__What you need to do__. Transcribe the records below exactly as written, from the opening line through the line that contains "self.field = field".

++++++

class MeshRenderer:
    """GPU copy of one triangle mesh and the program that shades it.

    Parameters
    ----------
    vertices : (n, 3) float
        Initial positions.
    faces : (m, 3) int
        Triangles (fixed for the life of the renderer).

    Notes
    -----
    Needs a current OpenGL 3.3+ context. Per-vertex attributes: position and normal
    (float32 x 3), displacement magnitude, hold weight and fold flag (float32). :meth:`set_positions`
    recomputes normals with the precomputed operator and replaces both buffers in place.
    """

    def __init__(self, vertices, faces, *, field=None):
        from pyglet import gl
        from pyglet.graphics.vertexarray import VertexArray
        from pyglet.graphics.vertexbuffer import BufferObject

        vertices = _as_f32(vertices, (3,), "vertices")
        self.field = field if field is not None else NormalField(faces, len(vertices))
        self.timings = {"normals": 0.0, "upload": 0.0}  # milliseconds of the last set_positions
        self.faces = self.field.faces
        self.n_vertices = len(vertices)
        self.n_faces = len(self.faces)
        self.program = _program(MESH_VERTEX_SHADER,
                                MESH_FRAGMENT_SHADER % {"palette": palette.glsl_constants()})
        n = max(self.n_vertices, 1)
        self._positions = BufferObject(12 * n)
        self._normals = BufferObject(12 * n)
        self._magnitude = BufferObject(4 * n)
        self._hold = BufferObject(4 * n)
        self._fold = BufferObject(4 * n)
        indices = np.ascontiguousarray(self.faces, dtype=np.uint32).reshape(-1)
        self._indices = BufferObject(max(indices.nbytes, 4))
        self._indices.set_data_region(indices.ctypes.data, 0, indices.nbytes)

        self.vao = VertexArray()
        with self.vao:
            for location, buffer, width in ((0, self._positions, 3), (1, self._normals, 3),
                                            (2, self._magnitude, 1), (3, self._hold, 1),
                                            (4, self._fold, 1)):
                buffer.bind()
                gl.glEnableVertexAttribArray(location)
                gl.glVertexAttribPointer(location, width, gl.GL_FLOAT, gl.GL_FALSE, 0, 0)
            self._indices.bind_to_index_buffer()
        self.show_magnitude = False
        self.magnitude_scale = 1.0
        self.hold_strength = 0.65
        self.set_positions(vertices, normals=self.field.normals if field is not None else None)
        self.set_magnitude(None)
        self.set_hold(None)
        self.set_fold(None)

    @staticmethod
    def _upload(buffer, array):
        if array.nbytes:
            buffer.set_data_region(ctypes.c_void_p(array.ctypes.data), 0, array.nbytes)

    @property
    def normals(self):
        """(n, 3) float32 unnormalised vertex normals last uploaded."""
        return self.field.normals

    def set_positions(self, vertices, *, normals=None, moved=None):
        """Replace positions (and normals) in place.

        Parameters
        ----------
        vertices : (n, 3) float
            New positions, same n as at construction.
        normals : (n, 3) float, optional, keyword-only
            Precomputed normals (any positive length).
        moved : (k,) int, optional, keyword-only
            The vertices that moved since the last call: only the normals around them are
            recomputed (:meth:`NormalField.update`). Without it (and without ``normals``)
            every normal is recomputed.
        """
        vertices = _as_f32(vertices, (3,), "vertices")
        if len(vertices) != self.n_vertices:
            raise checks.FieldError("vertices", f"must have {self.n_vertices} rows, got {len(vertices)}")
        start = time.perf_counter()
        if normals is not None:
            if normals is not self.field.normals:
                self.field.normals[:] = _as_f32(normals, (3,), "normals")
        elif moved is not None:
            self.field.update(vertices, moved)
        else:
            self.field.full(vertices)
        middle = time.perf_counter()
        self._upload(self._positions, vertices)
        self._upload(self._normals, self.field.normals)
        self.timings = {"normals": 1e3 * (middle - start),
                        "upload": 1e3 * (time.perf_counter() - middle)}

    def set_magnitude(self, values, *, scale=None):
        """Per-vertex displacement magnitude for the overlay ramp (``None`` clears it).

        Parameters
        ----------
        values : (n,) float or None
        scale : float, optional, keyword-only
            The magnitude shown at the hot end of the ramp; default the largest value.
        """
        if values is None:
            values = np.zeros(self.n_vertices, dtype=np.float32)
        values = _as_f32(values, (), "values")
        if len(values) != self.n_vertices:
            raise checks.FieldError("values", f"must have {self.n_vertices} entries, got {len(values)}")
        top = float(values.max()) if scale is None and len(values) else (scale or 0.0)
        self.magnitude_scale = 1.0 / top if top > 0 else 0.0
        self._upload(self._magnitude, values)

    def set_hold(self, weights):
        """Per-vertex hold (mask) weight in [0, 1] shown as a tint (``None`` clears it).

        Parameters
        ----------
        weights : (n,) float or None
        """
        if weights is None:
            weights = np.zeros(self.n_vertices, dtype=np.float32)
        weights = _as_f32(weights, (), "weights")
        if len(weights) != self.n_vertices:
            raise checks.FieldError("weights", f"must have {self.n_vertices} entries, got {len(weights)}")
        self._upload(self._hold, weights)

    def set_fold(self, flags):
        """Per-vertex fold flag in [0, 1] (corners of faces turned over), shown as a strong
        tint (``None`` clears it).

        Parameters
        ----------
        flags : (n,) float or None
        """
        if flags is None:
            flags = np.zeros(self.n_vertices, dtype=np.float32)
        flags = _as_f32(flags, (), "flags")
        if len(flags) != self.n_vertices:
            raise checks.FieldError("flags", f"must have {self.n_vertices} entries, got {len(flags)}")
        self._upload(self._fold, flags)

    def draw(self, view, projection):
        """Draw the mesh with depth testing.

        Parameters
        ----------
        view, projection : (4, 4) float
            Matrices for column vectors (world -> eye -> clip), as from
            :class:`viewer.camera.OrbitCamera`.
        """
        from pyglet import gl
        gl.glEnable(gl.GL_DEPTH_TEST)
        gl.glDepthFunc(gl.GL_LESS)
        gl.glDisable(gl.GL_CULL_FACE)
        self.program.use()
        self.program["u_view"] = as_gl(view)
        self.program["u_projection"] = as_gl(projection)
        self.program["u_show_magnitude"] = 1.0 if self.show_magnitude else 0.0
        self.program["u_magnitude_scale"] = float(self.magnitude_scale)
        self.program["u_hold_strength"] = float(self.hold_strength)
        with self.vao:
            gl.glDrawElements(gl.GL_TRIANGLES, 3 * self.n_faces, gl.GL_UNSIGNED_INT, 0)
        self.program.stop()

    def delete(self):
        """Free the GL objects now rather than at garbage collection."""
        for buffer in (self._positions, self._normals, self._magnitude, self._hold, self._fold,
                       self._indices):
            buffer.delete()
        self.vao.delete()
        self.program.delete()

++++++

__Exercise response__.
class MeshRenderer:
    """GPU copy of one triangle mesh and the program that shades it.

    Parameters
    ----------
    vertices : (n, 3) float
        Initial positions.
    faces : (m, 3) int
        Triangles (fixed for the life of the renderer).

    Notes
    -----
    Needs a current OpenGL 3.3+ context. Per-vertex attributes: position and normal
    (float32 x 3), displacement magnitude, hold weight and fold flag (float32). :meth:`set_positions`
    recomputes normals with the precomputed operator and replaces both buffers in place.
    """

    def __init__(self, vertices, faces, *, field=None):
        from pyglet import gl
        from pyglet.graphics.vertexarray import VertexArray
        from pyglet.graphics.vertexbuffer import BufferObject

        vertices = _as_f32(vertices, (3,), "vertices")
        self.field = field if field is not None else NormalField(faces, len(vertices))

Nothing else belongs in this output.